Problem to solve> Of the entries below, copy only those lines that contain the word "toMatchObject".

(Stored data)
Start of Block

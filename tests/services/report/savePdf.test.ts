import { mkdtemp, readFile, rm, writeFile } from 'node:fs/promises';
import { tmpdir } from 'node:os';
import { join } from 'node:path';
import { afterEach, describe, expect, it } from 'vitest';
import { savePdf } from '../../../main/services/report/savePdf';

const dirs: string[] = [];
async function dir(): Promise<string> {
  const d = await mkdtemp(join(tmpdir(), 'wb-pdf-'));
  dirs.push(d);
  return d;
}
afterEach(async () => {
  await Promise.all(dirs.splice(0).map((d) => rm(d, { recursive: true, force: true })));
});

// A PDF file begins with "%PDF-" followed by the version (ISO 32000-1:2008, 7.5.2 "File header").
const pdf = new TextEncoder().encode('%PDF-1.7\n%…\n');

describe('savePdf', () => {
  it('writes the bytes to an absolute .pdf path, replacing an older report', async () => {
    const path = join(await dir(), 'report.pdf');
    await writeFile(path, 'old');
    expect(await savePdf(path, pdf)).toEqual({ ok: true, value: { path } });
    expect(new Uint8Array(await readFile(path))).toEqual(pdf);
  });

  it('refuses relative paths, other extensions and bytes that are not a PDF, writing nothing', async () => {
    const d = await dir();
    expect(await savePdf('report.pdf', pdf)).toMatchObject({ ok: false, code: 'bad-input' });
    const xlsx = join(d, 'marks.xlsx');
    expect(await savePdf(xlsx, pdf)).toMatchObject({ ok: false, code: 'bad-input' });
    const notPdf = join(d, 'r.pdf');
    expect(await savePdf(notPdf, new TextEncoder().encode('<html>'))).toMatchObject({ ok: false });
    await expect(readFile(xlsx)).rejects.toThrow();
    await expect(readFile(notPdf)).rejects.toThrow();
  });
});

End of Block

Solution for this task>
    expect(await savePdf('report.pdf', pdf)).toMatchObject({ ok: false, code: 'bad-input' });
    expect(await savePdf(xlsx, pdf)).toMatchObject({ ok: false, code: 'bad-input' });
    expect(await savePdf(notPdf, new TextEncoder().encode('<html>'))).toMatchObject({ ok: false });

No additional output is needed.